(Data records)
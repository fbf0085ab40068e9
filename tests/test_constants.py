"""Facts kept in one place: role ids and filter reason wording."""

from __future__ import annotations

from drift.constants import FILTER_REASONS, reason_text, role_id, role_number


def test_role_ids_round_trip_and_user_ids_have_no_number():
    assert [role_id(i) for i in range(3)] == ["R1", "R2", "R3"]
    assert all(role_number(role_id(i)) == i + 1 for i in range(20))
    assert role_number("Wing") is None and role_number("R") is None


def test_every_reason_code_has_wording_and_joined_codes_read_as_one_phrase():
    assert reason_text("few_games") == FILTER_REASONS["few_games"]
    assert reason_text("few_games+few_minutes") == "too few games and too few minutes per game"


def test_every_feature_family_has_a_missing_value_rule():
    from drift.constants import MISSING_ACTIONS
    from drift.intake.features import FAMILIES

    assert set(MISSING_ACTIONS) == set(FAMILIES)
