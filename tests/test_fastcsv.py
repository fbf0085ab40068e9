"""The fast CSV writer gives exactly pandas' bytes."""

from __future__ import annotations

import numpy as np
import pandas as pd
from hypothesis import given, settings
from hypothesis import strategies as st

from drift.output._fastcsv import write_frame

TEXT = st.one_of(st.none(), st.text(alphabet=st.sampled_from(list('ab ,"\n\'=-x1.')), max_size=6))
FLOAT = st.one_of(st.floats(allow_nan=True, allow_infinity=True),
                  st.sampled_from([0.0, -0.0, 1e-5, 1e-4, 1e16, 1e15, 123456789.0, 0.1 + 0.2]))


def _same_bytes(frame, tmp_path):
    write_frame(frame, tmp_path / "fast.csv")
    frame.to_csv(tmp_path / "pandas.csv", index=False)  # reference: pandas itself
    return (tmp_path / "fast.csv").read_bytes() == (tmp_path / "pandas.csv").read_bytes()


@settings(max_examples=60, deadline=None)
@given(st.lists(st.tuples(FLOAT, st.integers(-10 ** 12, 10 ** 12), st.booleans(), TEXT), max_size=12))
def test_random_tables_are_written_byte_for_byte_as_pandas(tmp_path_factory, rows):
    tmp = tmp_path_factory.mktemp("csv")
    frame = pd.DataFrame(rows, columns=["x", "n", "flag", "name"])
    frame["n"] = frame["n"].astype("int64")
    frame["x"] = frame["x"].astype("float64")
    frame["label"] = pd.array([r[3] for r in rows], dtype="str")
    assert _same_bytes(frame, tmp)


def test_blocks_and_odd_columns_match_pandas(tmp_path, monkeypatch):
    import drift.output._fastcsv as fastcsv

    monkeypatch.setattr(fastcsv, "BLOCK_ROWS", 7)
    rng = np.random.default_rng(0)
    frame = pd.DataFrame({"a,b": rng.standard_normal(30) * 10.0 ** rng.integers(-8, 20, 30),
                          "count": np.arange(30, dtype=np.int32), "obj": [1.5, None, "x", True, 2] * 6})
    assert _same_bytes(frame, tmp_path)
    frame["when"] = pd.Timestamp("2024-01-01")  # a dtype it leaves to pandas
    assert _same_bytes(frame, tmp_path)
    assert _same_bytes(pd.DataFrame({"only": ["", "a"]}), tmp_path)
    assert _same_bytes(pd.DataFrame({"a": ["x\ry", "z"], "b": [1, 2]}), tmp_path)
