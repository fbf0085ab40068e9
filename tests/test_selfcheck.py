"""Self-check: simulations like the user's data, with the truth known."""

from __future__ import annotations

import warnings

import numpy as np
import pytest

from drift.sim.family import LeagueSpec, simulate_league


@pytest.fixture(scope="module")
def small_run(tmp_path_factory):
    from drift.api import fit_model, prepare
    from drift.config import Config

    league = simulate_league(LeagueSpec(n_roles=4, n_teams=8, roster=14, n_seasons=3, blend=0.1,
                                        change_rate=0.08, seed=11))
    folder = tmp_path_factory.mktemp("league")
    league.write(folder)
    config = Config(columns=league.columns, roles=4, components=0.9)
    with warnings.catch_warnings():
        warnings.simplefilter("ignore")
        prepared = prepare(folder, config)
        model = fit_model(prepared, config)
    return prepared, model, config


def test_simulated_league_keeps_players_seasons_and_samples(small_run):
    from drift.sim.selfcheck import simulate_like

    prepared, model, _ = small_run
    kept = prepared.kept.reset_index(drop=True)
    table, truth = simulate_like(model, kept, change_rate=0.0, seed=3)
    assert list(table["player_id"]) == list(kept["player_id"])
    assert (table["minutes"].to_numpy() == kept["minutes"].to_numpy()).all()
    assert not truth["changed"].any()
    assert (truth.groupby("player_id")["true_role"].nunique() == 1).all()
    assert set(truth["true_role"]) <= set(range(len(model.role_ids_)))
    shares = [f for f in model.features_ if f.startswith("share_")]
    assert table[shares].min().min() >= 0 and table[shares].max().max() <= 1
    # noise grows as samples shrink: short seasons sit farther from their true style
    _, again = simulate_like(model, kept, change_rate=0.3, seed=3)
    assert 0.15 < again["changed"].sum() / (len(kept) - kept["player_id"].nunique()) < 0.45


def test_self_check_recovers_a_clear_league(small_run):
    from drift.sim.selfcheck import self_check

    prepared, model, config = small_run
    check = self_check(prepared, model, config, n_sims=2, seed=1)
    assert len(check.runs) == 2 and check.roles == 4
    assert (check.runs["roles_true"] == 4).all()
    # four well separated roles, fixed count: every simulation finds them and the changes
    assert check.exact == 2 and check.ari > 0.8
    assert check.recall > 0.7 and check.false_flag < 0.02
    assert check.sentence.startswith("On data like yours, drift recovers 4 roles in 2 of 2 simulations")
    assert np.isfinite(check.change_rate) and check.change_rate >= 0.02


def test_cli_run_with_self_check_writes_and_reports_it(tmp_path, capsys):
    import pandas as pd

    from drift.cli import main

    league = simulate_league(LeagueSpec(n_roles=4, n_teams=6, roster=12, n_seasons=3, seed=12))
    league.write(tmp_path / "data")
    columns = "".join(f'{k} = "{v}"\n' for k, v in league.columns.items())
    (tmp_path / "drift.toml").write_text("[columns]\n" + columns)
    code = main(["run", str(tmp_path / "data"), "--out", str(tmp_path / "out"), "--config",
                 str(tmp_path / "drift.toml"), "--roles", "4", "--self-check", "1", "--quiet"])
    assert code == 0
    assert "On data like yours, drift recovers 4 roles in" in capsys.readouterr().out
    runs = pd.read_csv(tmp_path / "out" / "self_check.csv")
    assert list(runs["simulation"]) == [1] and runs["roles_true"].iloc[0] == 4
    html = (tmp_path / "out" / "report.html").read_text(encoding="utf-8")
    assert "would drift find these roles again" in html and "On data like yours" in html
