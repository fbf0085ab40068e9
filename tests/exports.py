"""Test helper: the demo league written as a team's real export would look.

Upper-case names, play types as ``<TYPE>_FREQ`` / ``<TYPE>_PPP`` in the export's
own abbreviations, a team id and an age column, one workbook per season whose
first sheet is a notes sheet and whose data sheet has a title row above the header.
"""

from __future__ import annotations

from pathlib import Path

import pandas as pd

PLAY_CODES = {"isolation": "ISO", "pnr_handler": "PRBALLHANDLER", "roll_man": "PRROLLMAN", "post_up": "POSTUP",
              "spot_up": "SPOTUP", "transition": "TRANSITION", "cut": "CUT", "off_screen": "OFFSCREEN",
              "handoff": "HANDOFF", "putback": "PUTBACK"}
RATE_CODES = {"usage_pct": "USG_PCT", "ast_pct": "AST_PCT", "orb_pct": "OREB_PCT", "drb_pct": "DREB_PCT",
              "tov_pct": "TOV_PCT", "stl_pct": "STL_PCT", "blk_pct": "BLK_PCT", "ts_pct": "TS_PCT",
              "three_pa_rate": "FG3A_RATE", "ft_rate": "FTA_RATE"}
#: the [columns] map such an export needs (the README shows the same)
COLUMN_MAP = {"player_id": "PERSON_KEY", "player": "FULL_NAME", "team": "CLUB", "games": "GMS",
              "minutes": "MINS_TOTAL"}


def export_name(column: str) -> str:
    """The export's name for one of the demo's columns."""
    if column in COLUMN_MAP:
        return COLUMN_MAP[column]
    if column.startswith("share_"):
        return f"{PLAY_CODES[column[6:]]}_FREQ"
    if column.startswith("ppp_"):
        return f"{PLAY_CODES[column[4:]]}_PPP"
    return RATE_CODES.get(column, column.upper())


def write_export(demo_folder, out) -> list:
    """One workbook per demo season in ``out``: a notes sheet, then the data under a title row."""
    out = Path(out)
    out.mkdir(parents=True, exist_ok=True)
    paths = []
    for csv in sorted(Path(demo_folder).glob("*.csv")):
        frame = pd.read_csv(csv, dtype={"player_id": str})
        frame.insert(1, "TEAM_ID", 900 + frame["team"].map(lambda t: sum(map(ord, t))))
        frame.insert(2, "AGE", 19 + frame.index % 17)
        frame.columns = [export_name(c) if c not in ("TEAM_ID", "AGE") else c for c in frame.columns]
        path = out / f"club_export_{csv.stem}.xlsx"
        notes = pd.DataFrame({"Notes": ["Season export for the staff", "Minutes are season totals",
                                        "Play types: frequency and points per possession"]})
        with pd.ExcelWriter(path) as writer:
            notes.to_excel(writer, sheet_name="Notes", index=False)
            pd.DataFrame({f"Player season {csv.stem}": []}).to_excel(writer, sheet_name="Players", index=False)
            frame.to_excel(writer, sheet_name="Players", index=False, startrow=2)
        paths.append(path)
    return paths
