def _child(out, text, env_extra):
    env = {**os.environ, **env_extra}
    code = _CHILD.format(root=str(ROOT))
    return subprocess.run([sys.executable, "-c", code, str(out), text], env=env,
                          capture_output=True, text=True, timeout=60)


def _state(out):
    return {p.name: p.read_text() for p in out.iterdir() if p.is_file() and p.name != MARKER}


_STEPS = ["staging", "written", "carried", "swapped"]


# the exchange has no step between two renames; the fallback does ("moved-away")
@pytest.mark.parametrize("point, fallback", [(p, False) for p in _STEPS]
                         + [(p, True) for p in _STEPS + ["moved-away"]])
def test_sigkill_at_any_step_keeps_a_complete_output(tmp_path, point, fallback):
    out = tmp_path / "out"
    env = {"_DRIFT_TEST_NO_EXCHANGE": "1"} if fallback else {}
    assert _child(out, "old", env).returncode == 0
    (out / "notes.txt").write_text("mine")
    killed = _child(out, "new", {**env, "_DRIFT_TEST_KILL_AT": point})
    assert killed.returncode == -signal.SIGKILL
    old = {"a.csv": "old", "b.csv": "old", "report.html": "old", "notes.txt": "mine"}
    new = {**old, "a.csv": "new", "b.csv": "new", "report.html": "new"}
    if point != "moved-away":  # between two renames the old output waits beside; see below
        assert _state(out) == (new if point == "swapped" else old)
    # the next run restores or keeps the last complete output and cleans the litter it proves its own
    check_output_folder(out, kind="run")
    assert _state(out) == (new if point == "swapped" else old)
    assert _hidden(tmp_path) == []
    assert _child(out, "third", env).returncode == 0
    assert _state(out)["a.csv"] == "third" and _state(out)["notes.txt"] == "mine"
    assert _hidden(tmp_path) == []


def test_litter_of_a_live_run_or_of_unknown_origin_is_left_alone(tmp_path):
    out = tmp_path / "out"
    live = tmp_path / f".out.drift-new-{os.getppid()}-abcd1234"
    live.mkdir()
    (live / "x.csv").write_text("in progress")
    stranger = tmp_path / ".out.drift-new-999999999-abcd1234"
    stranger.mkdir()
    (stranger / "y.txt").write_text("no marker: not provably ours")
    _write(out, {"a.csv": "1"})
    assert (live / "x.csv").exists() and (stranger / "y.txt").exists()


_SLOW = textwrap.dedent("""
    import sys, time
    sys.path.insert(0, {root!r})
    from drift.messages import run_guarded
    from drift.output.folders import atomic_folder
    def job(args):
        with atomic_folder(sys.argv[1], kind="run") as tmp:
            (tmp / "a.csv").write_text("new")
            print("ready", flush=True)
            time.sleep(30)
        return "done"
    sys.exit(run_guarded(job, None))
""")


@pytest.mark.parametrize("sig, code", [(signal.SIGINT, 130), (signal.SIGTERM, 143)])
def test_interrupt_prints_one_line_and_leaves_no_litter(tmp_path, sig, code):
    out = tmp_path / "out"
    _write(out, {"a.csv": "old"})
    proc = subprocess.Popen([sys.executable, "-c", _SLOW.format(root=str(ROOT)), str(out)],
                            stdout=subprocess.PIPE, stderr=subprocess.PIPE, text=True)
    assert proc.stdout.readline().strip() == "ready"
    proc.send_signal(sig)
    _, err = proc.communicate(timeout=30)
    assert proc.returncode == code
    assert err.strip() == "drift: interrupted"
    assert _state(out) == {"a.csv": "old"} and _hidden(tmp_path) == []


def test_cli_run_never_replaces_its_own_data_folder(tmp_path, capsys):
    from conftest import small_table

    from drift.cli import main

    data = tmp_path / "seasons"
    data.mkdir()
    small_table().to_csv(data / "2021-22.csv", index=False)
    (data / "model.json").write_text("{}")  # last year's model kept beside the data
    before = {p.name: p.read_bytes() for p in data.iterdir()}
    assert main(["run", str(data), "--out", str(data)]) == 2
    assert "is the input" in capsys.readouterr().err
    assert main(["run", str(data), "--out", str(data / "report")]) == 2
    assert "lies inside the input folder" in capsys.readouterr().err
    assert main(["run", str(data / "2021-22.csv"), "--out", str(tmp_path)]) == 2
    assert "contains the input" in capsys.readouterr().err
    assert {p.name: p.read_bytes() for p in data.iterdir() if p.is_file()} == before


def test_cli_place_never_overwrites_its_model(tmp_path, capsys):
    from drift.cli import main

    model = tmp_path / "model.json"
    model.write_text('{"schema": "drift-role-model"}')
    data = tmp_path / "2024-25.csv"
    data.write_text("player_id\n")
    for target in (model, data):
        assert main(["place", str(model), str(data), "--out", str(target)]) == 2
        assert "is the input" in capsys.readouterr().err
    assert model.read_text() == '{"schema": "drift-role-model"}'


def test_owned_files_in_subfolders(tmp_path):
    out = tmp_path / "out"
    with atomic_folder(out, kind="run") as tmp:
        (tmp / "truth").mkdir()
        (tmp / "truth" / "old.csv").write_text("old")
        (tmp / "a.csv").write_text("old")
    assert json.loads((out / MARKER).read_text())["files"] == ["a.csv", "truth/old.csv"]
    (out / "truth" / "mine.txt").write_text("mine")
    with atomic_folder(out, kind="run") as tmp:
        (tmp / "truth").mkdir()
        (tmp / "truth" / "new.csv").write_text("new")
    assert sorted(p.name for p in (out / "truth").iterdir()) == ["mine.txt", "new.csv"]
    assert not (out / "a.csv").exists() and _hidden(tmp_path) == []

**TASK ITEM:** The word "monkeypatch" appears in how many lines of the records? Give the number only.

**RESPONSE TO THE TASK:** 2